[Dataset entries]

package postgis

import (
	"context"
	"errors"
	"fmt"
	"io"
	"net"
	"strings"
	"syscall"

	"github.com/jackc/pgx/v5/pgconn"

	"ridgeflank/store"
)

// unavailable wraps *err with store.ErrUnavailable when it says the database cannot be reached
// now (see connectionFailure). Every exported method defers it, so that callers can tell an
// outage (retry later) from a fault of the request or of the service.
func unavailable(err *error) {
	if *err != nil && !errors.Is(*err, store.ErrUnavailable) && connectionFailure(*err) {
		*err = fmt.Errorf("%w: %w", store.ErrUnavailable, *err)
	}
}

// connectionFailure reports whether err comes from the connection rather than the statement:
//   - a connection could not be made (pgconn.ConnectError: refused, unreachable, the connect
//     timeout, authentication to a server that is starting up);
//   - SQLSTATE class 08 (connection exception) or 57P01 admin_shutdown, 57P02 crash_shutdown,
//     57P03 cannot_connect_now (PostgreSQL 15 manual, appendix A, "PostgreSQL Error Codes");
//   - a connection lost in use (EOF, reset, broken pipe, other network operations, or pgconn's
//     "conn closed"), unless the request's own context ended first.
//
// Errors of the grid files (a full disk, a missing file) are not connection failures.
func connectionFailure(err error) bool {
	var ce *pgconn.ConnectError
	if errors.As(err, &ce) {
		return true
	}
	var pe *pgconn.PgError
	if errors.As(err, &pe) {
		switch pe.Code {
		case "57P01", "57P02", "57P03":
			return true
		}
		return strings.HasPrefix(pe.Code, "08")
	}
	if errors.Is(err, context.Canceled) || errors.Is(err, context.DeadlineExceeded) || errors.Is(err, store.ErrInsufficientStorage) {
		return false
	}
	// *net.OpError, not the net.Error interface: every syscall.Errno (ENOSPC from a grid file
	// included) satisfies net.Error.
	var oe *net.OpError
	if errors.As(err, &oe) {
		return true
	}
	for _, e := range []error{io.EOF, io.ErrUnexpectedEOF, syscall.ECONNRESET, syscall.ECONNREFUSED, syscall.EPIPE} {
		if errors.Is(err, e) {
			return true
		}
	}
	// Errors pgconn marks safe to retry were raised before the statement reached the server
	// (a closed or busy connection); context errors are excluded above.
	return pgconn.SafeToRetry(err)
}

What is required:
Without leaving anything out, repeat every entry shown above.

Solved problem:
package postgis

import (
	"context"
	"errors"
	"fmt"
	"io"
	"net"
	"strings"
	"syscall"

	"github.com/jackc/pgx/v5/pgconn"

	"ridgeflank/store"
)

// unavailable wraps *err with store.ErrUnavailable when it says the database cannot be reached
// now (see connectionFailure). Every exported method defers it, so that callers can tell an
// outage (retry later) from a fault of the request or of the service.
func unavailable(err *error) {
	if *err != nil && !errors.Is(*err, store.ErrUnavailable) && connectionFailure(*err) {
		*err = fmt.Errorf("%w: %w", store.ErrUnavailable, *err)
	}
}

// connectionFailure reports whether err comes from the connection rather than the statement:
//   - a connection could not be made (pgconn.ConnectError: refused, unreachable, the connect
//     timeout, authentication to a server that is starting up);
//   - SQLSTATE class 08 (connection exception) or 57P01 admin_shutdown, 57P02 crash_shutdown,
//     57P03 cannot_connect_now (PostgreSQL 15 manual, appendix A, "PostgreSQL Error Codes");
//   - a connection lost in use (EOF, reset, broken pipe, other network operations, or pgconn's
//     "conn closed"), unless the request's own context ended first.
//
// Errors of the grid files (a full disk, a missing file) are not connection failures.
func connectionFailure(err error) bool {
	var ce *pgconn.ConnectError
	if errors.As(err, &ce) {
		return true
	}
	var pe *pgconn.PgError
	if errors.As(err, &pe) {
		switch pe.Code {
		case "57P01", "57P02", "57P03":
			return true
		}
		return strings.HasPrefix(pe.Code, "08")
	}
	if errors.Is(err, context.Canceled) || errors.Is(err, context.DeadlineExceeded) || errors.Is(err, store.ErrInsufficientStorage) {
		return false
	}
	// *net.OpError, not the net.Error interface: every syscall.Errno (ENOSPC from a grid file
	// included) satisfies net.Error.
	var oe *net.OpError
	if errors.As(err, &oe) {
		return true
	}
	for _, e := range []error{io.EOF, io.ErrUnexpectedEOF, syscall.ECONNRESET, syscall.ECONNREFUSED, syscall.EPIPE} {
		if errors.Is(err, e) {
			return true
		}
	}
	// Errors pgconn marks safe to retry were raised before the statement reached the server
	// (a closed or busy connection); context errors are excluded above.
	return pgconn.SafeToRetry(err)
}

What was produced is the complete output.